3. Long term health outcomes for patients with E-cigarette or Vaping, Associated Lung Injury (EVALI) compared to matched control subjects who vape.

50Level IIICohort
BMC pulmonary medicine · 2026PMID: 41862869

This study reports a matched comparison of long-term health outcomes in patients who had EVALI versus matched control subjects who vape; the paper focuses on respiratory sequelae, functional testing, imaging, symptom persistence, and healthcare utilization over long-term follow-up.

Impact: Addresses an important knowledge gap about long-term consequences of EVALI in comparison to vapers without EVALI, informing follow-up care and counseling for affected patients.

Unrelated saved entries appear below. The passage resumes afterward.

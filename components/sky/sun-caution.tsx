import { SUN_POINTING_CAUTION } from "@/lib/astro/sun-caution";

/** The caution shown whenever a pointing would come closer to the Sun than the safe elongation. */
export function SunCaution({ elongationDeg, safeElongationDeg }: { elongationDeg: number; safeElongationDeg: number }) {
  return (
    <div role="alert" data-testid="sun-caution" className="rounded-md border border-alarm bg-void-raised p-3 text-alarm">
      <p className="font-semibold">
        Too close to the Sun: {elongationDeg.toFixed(1)}° away, safe elongation {safeElongationDeg.toFixed(0)}°. This
        night is marked unusable.
      </p>
      <p className="mt-1 text-sm">{SUN_POINTING_CAUTION}</p>
    </div>
  );
}
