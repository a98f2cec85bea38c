import { sql } from "drizzle-orm";
import {
  bigserial,
  check,
  date,
  doublePrecision,
  index,
  integer,
  jsonb,
  pgEnum,
  pgTable,
  primaryKey,
  text,
  timestamp,
  uniqueIndex,
  uuid,
} from "drizzle-orm/pg-core";
import { lensModelIds } from "../lib/lensing/registry";
import { scienceCaseIds } from "../lib/lensing/science-case-inputs";

/** Which seed sets have been applied to this database, so seeding runs once and never duplicates. */
export const seedRuns = pgTable("seed_runs", {
  name: text("name").primaryKey(),
  appliedAt: timestamp("applied_at", { withTimezone: true }).notNull().defaultNow(),
});

export type SeedRun = typeof seedRuns.$inferSelect;

const createdAt = () => timestamp("created_at", { withTimezone: true }).notNull().defaultNow();
const updatedAt = () => timestamp("updated_at", { withTimezone: true }).notNull().defaultNow();

export const siteRole = pgEnum("site_role", ["admin", "member"]);
export const proposalRole = pgEnum("proposal_role", ["pi", "coi", "viewer"]);
export const authTokenPurpose = pgEnum("auth_token_purpose", ["password_reset", "sign_in_link", "account_confirmation"]);
/** The lens models of the registry (`lib/lensing/registry.ts`); a new model's id needs a migration. */
export const lensModel = pgEnum("lens_model", lensModelIds);
export const targetStatus = pgEnum("target_status", ["candidate", "accepted", "scheduled", "observed", "dropped"]);
export const verdict = pgEnum("feasibility_verdict", ["feasible", "marginal", "infeasible", "unknown"]);
/** The science cases of `lib/lensing/science-cases.ts`; a new case's id needs a migration. */
export const scienceCase = pgEnum("science_case", scienceCaseIds);

/** People who can sign in. E-mail is stored lower-cased so uniqueness ignores case. */
export const users = pgTable(
  "users",
  {
    id: uuid("id").primaryKey().defaultRandom(),
    email: text("email").notNull(),
    name: text("name").notNull(),
    /** bcrypt hash; null for an account that has only ever signed in by e-mailed link. */
    passwordHash: text("password_hash"),
    siteRole: siteRole("site_role").notNull().default("member"),
    /**
     * When the owner of the address proved they read its mail (followed a link sent there). Null for a
     * sign-up that was not confirmed yet, which cannot sign in with its password. Accounts made any
     * other way (invitation links, the seed, an admin) count as confirmed when created.
     */
    emailConfirmedAt: timestamp("email_confirmed_at", { withTimezone: true }).defaultNow(),
    createdAt: createdAt(),
  },
  (t) => [uniqueIndex("users_email_key").on(t.email), check("users_email_lower", sql`${t.email} = lower(${t.email})`)],
);

export type User = typeof users.$inferSelect;
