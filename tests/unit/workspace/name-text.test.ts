import { describe, expect, it } from "vitest";
import { accountSchema } from "@/lib/auth/schemas";
import { createNoteSchema } from "@/lib/workspace/note-schema";
import { createProposalSchema } from "@/lib/workspace/proposal-schema";
import { nameText } from "@/lib/workspace/stored-text";

// Names are one line (CWE-93, CWE-117): a line break in a name makes another line of a list, a mail
// or a log look like an entry of its own.
describe("names refuse line breaks, tabs and other control characters", () => {
  it.each([
    ["CR/LF", "Ada\r\nBcc: everyone@example.org"],
    ["LF", "Ada\nQuillon"],
    ["tab", "Ada\tQuillon"],
    ["DEL", "Ada\u007f"],
    ["C1 next line", "Ada\u0085Quillon"],
    ["line separator", "Ada\u2028Quillon"],
  ])("%s", (_, name) => {
    const result = nameText("The target name").safeParse(name);
    expect(result.success).toBe(false);
    expect(result.error?.issues[0].message).toBe("The target name is one line: it cannot contain line breaks, tabs or other control characters.");
  });

  it("as a field error on the person's name and the proposal's title, while an abstract and a note keep their newlines", () => {
    const account = accountSchema.safeParse({ email: "ada@example.org", name: "Ada\r\nQuillon", password: "long-enough-pass" });
    expect(account.error?.issues.map((i) => i.path.join("."))).toEqual(["name"]);
    const proposal = {
      title: "Arcs\nover the bulge",
      cycle: "2033A",
      abstract: "First line.\nSecond line.",
      site: { name: "Mesa Lucerna Station", latitudeDeg: -31.27, longitudeDeg: -68.93, elevationM: 2480, horizonLimitDeg: 20 },
      instrument: { resolutionMas: 50, cadenceHours: 12, campaignLengthDays: 90 },
    };
    expect(createProposalSchema.safeParse(proposal).error?.issues.map((i) => i.path.join("."))).toEqual(["title"]);
    expect(createProposalSchema.safeParse({ ...proposal, title: "Arcs over the bulge" }).success).toBe(true);
    expect(createNoteSchema.safeParse({ body: "Line one.\r\nLine two.\tTabbed." }).success).toBe(true);
  });

  it("keeps names with other Unicode (accents, right-to-left marks, emoji)", () => {
    for (const name of ["Åsa Lindqvist", "Zoë d’Arcy", "\u200fمرصد", "🔭 Team"]) expect(nameText("The target name").safeParse(name).success, name).toBe(true);
  });
});
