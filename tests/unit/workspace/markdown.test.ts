import { renderToStaticMarkup } from "react-dom/server";
import { createElement } from "react";
import { describe, expect, it } from "vitest";
import { Markdown } from "@/components/workspace/markdown";

const render = (source: string) => renderToStaticMarkup(createElement(Markdown, { source }));

describe("note Markdown", () => {
  it("renders emphasis, lists and tables (GitHub flavour)", () => {
    const html = render("**peak** in *9 d*\n\n- seeing 0.8″\n\n| a | b |\n|---|---|\n| 1 | 2 |");
    expect(html).toContain("<strong>peak</strong>");
    expect(html).toContain("<li>seeing 0.8″</li>");
    expect(html).toContain("<table>");
  });

  it("never lets a script run: raw HTML, javascript: links and event handlers are dropped", () => {
    const html = render('<script>alert(1)</script>\n\n<img src=x onerror="alert(2)">\n\n[click](javascript:alert(3))\n\n<a href="#" onclick="alert(4)">x</a>');
    expect(html).not.toMatch(/<script/i);
    expect(html).not.toMatch(/onerror|onclick/i);
    expect(html).not.toMatch(/href="javascript:/i);
    expect(html).not.toMatch(/<img/i);
  });
});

Clinical Implications: If persistent respiratory impairment or increased healthcare needs are documented, clinicians should incorporate targeted follow-up (pulmonary function testing, imaging, rehabilitation) for EVALI survivors; public-health messaging on vaping risks may be influenced.

Key Findings

  • Study design: matched comparison of long-term outcomes in EVALI patients vs matched vapers (control subjects).
  • Focus areas include respiratory sequelae (symptoms, PFTs), imaging abnormalities, symptom persistence, and healthcare utilization during long-term follow-up.
  • Provides clinical data to inform follow-up care pathways for individuals recovering from EVALI.

Methodological Strengths

  • Matched-control design intended to isolate effects of EVALI from background vaping-related factors.
  • Focus on long-term outcomes addresses a gap in the literature about chronic sequelae after acute EVALI.

Limitations

  • Abstract not provided in dataset; details on sample size, matching variables, follow-up duration, and statistical results are not available here.
  • Potential confounding by unmeasured vaping exposure characteristics, product constituents, or socio-behavioural factors if not fully accounted for.

Future Directions: Detailed reporting of sample characteristics, durations, PFT and imaging results, and stratified analyses by vaping product/constituent are needed; prospective longitudinal cohorts and mechanistic studies of injury pathways would strengthen evidence.